Lors de la fête de Pourim, en 1971, j’ai assisté à un rassemblement ‘hassidique avec le Rabbi de Loubavitch. Nous étions plusieurs milliers, tous à chanter et à battre de mains. J’étais venu avec un jeune homme qui, à cette époque, était confus au sujet de ses croyances. Je restai à ma place habituelle, à quelques mètres sur la droite derrière le Rabbi. Mon invité se tenait juste à côté de moi. Son visage était écarlate, à la fois de peur et de culpabilité. Il avait ce genre d’yeux bleus grands ouverts qui semblent fixer un brasier en permanence.
Au bout de plusieurs heures, mes jambes et mes pieds me faisaient mal, et je me sentais un peu étourdi par le manque d’air. Je songeais à sortir pour faire une pause lorsque, sans crier gare, le Rabbi se tourna vers moi et, me regardant droit dans les yeux, il mit deux doigts sur sa bouche et hocha la tête dans ma direction à plusieurs reprises. Je ne comprenais pas ce qu’il voulait dire. À chacun de ses hochements de tête, je répondis par un haussement d’épaules. Ses doigts étaient toujours posés sur sa lèvre inférieure et il hocha la tête encore une fois, cette fois-ci très vigoureusement. La pensée me traversa l’esprit qu’il était peut-être en train de m’ordonner de siffler, mais je l’ai rejetée. Jamais un homme de sa noblesse ne demanderait quelque chose d’aussi ridicule !
J’ai regardé derrière moi pour m’assurer qu’il ne s’adressait pas à quelqu’un d’autre et je m’aperçus que tout le monde me regardait. Je me tournais de nouveau vers le Rabbi, me disant que si je me mettais à siffler, les ‘hassidim me jetteraient immédiatement dehors. Je n’allais pas prendre de risques. J’allais d’abord imiter le sifflement. J’ai placé deux doigts sur ma bouche et j’ai attendu.
Le visage du Rabbi s’illumina.
C’était ça ! J’ai pénétré une dimension inconnue au moment où j’émettais mon premier sifflement. Le premier fut timide, mais je pris vite de l’assurance et je me suis mis à siffler de toutes mes forces. D’autres se joignirent bientôt à moi et nous fûmes bientôt des centaines à siffler. L’atmosphère s’enflamma sous l’effet des sons perçants. Ma lèvre inférieure, en lambeaux, me faisait souffrir. Mais le Rabbi ne me laissait pas m’arrêter. Il prenait l’affaire très au sérieux.

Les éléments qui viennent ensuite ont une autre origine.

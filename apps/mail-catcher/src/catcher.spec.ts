import { mkdtemp, readdir, rm } from 'node:fs/promises';
import { connect } from 'node:net';
import { tmpdir } from 'node:os';
import { join } from 'node:path';
import { createTransport } from 'nodemailer';
import { startMailCatcher, type MailCatcher } from './index.js';

let catcher: MailCatcher;

beforeEach(async () => {
  catcher = await startMailCatcher({ smtpPort: 0, httpPort: 0 });
});
afterEach(() => catcher.close());

const send = (subject: string, limits: { socketTimeout?: number } = {}) =>
  createTransport({ host: '127.0.0.1', port: catcher.smtpPort, ...limits }).sendMail({
    from: 'Wetside <wetside@darkroom.example>',
    to: 'ines@darkroom.example',
    subject,
    text: 'The fixer is spent.\nhttp://localhost:3000/d/quay/sink <b>',
    messageId: '<one@darkroom.example>',
    headers: { 'Auto-Submitted': 'auto-generated' },
  });

const ask = (path: string, init?: RequestInit) => fetch(`http://127.0.0.1:${catcher.httpPort}${path}`, init);

const behave = (order: object) => ask('/behaviour', { method: 'POST', body: JSON.stringify(order) });

describe('the mail catcher', () => {
  it('keeps what came over the socket', async () => {
    await send('Spent: FX 12 · é');
    const [mail] = catcher.messages();
    expect(mail).toMatchObject({
      n: 1,
      subject: 'Spent: FX 12 · é',
      to: ['ines@darkroom.example'],
      messageId: '<one@darkroom.example>',
      headers: { 'auto-submitted': 'auto-generated' },
    });
    expect(mail?.text).toContain('The fixer is spent.');
    expect(mail?.source).toContain('Message-ID: <one@darkroom.example>');
  });

  it('lists by receiver and subject, shows one, and empties', async () => {
    await send('First');
    await send('Second');
    expect(await (await ask('/messages?subject=second')).json()).toHaveLength(1);
    expect(await (await ask('/messages?to=ines')).json()).toHaveLength(2);
    expect(await (await ask('/messages?to=nobody')).json()).toHaveLength(0);
    expect(await (await ask('/messages/2')).json()).toMatchObject({ subject: 'Second' });
    expect((await ask('/messages/3')).status).toBe(404);
    await ask('/messages', { method: 'DELETE' });
    expect(catcher.messages()).toHaveLength(0);
  });

  it('shows the newest first on a page where a mail is only text', async () => {
    await send('First');
    await send('<script>Second');
    const page = await (await ask('/')).text();
    expect(page.indexOf('Second')).toBeLessThan(page.indexOf('First'));
    expect(page).not.toContain('<script>');
    expect(page).toContain('<a href="http://localhost:3000/d/quay/sink"');
    expect(page).toContain('&lt;b&gt;');
  });

  it('refuses with 451 as many times as it was told', async () => {
    await behave({ mode: 'refuse', times: 1 });
    await expect(send('Refused')).rejects.toMatchObject({ responseCode: 451 });
    await send('Taken');
    expect(catcher.messages().map((mail) => mail.subject)).toEqual(['Taken']);
    expect(await (await ask('/behaviour')).json()).toMatchObject({
      mode: 'accept',
      connections: 2,
      accepted: 1,
      refused: 1,
    });
  });

  it('cuts the connection before the end of a mail and keeps nothing', async () => {
    catcher.setBehaviour({ mode: 'drop-before-end', times: 1 });
    await expect(send('Lost')).rejects.toThrow();
    expect(catcher.messages()).toHaveLength(0);
  });

  it('cuts the connection after the end of a mail and keeps it, unsaid', async () => {
    catcher.setBehaviour({ mode: 'drop-after-end', times: 1 });
    await expect(send('Kept')).rejects.toThrow();
    expect(catcher.messages().map((mail) => mail.subject)).toEqual(['Kept']);
  });

  it('leaves a sender without an answer', async () => {
    catcher.setBehaviour({ mode: 'hang' });
    await expect(send('Unanswered', { socketTimeout: 200 })).rejects.toMatchObject({ code: 'ETIMEDOUT' });
    expect(catcher.behaviour()).toMatchObject({ mode: 'hang', timesLeft: null, accepted: 0 });
  });

  it('answers slowly, line by line, so that a limit on silence alone does not end it', async () => {
    catcher.setBehaviour({ mode: 'slow' });
    const socket = connect(catcher.smtpPort, '127.0.0.1');
    const say = [
      'HELO here',
      'MAIL FROM:<a@darkroom.example>',
      'RCPT TO:<b@darkroom.example>',
      'DATA',
      'Subject: Slow\r\n\r\nSlow.\r\n.',
    ];
    let heard = '';
    for await (const chunk of socket) {
      heard += String(chunk);
      const next = say.shift();
      if (next) socket.write(`${next}\r\n`);
      if (heard.endsWith('250-still at it\r\n'.repeat(3))) break;
    }
    expect(heard).toMatch(/(250-still at it\r\n){3}$/);
    expect(catcher.messages()).toHaveLength(0);
  });

  it('says what is wrong with an order, and turns strangers away', async () => {
    expect((await behave({ mode: 'explode' })).status).toBe(400);
    expect((await behave({ mode: 'refuse', times: 0 })).status).toBe(400);
    expect(
      (await ask('/messages', { headers: { 'sec-fetch-site': 'cross-site' }, method: 'DELETE' })).status,
    ).toBe(403);
  });
});

describe('a catcher with a folder', () => {
  it('finds its mails again', async () => {
    const mailDir = await mkdtemp(join(tmpdir(), 'mail-catcher-'));
    const first = await startMailCatcher({ smtpPort: 0, httpPort: 0, mailDir });
    await createTransport({ host: '127.0.0.1', port: first.smtpPort }).sendMail({
      from: 'wetside@darkroom.example',
      to: 'ines@darkroom.example',
      subject: 'Kept',
      text: 'On disk.',
    });
    await first.close();
    const second = await startMailCatcher({ smtpPort: 0, httpPort: 0, mailDir });
    expect(second.messages()).toMatchObject([{ n: 1, subject: 'Kept', text: 'On disk.\n' }]);
    await second.clear();
    expect(await readdir(mailDir)).toEqual([]);
    await second.close();
    await rm(mailDir, { recursive: true });
  });
});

Il demanda encore plus d’énergie et moi, dans un accès d’imagination brusquement débridée, j’imaginais d’épais nuages noirs et menaçants se réduire en poussière. Nous mîmes les ténèbres en déroute avec notre souffle collectif. Les esprits étaient soudain libérés de tout endoctrinement, et je savais que mon invité était purgé de sa folie. Toute douce séduction murmurée par l’autre côté était balayée par le vent puissant que nous avions suscité. Tous les arguments fallacieux s’envolaient comme des chauves-souris terrifiées alors que nous nous époumonions en nous engageant dans une guerre totale – menée loyalement, vent contre vent – contre ces émotions irrationnelles qui se font passer pour des pensées, mais qui ne sont fondamentalement que du vent. Nous écartâmes tous ces ennemis vaporeux sans souffrir de perte ; même ceux qui chantaient n’eurent pas mal à la gorge alors qu’ils accompagnaient notre souffle.
Notre dernier sifflement s’éleva comme le cri plaintif de la corne de bélier. Je me disais que toute cette extravagance devait avoir un sens, que c’était une répétition de la Rédemption, lorsque le Rabbi y mit fin.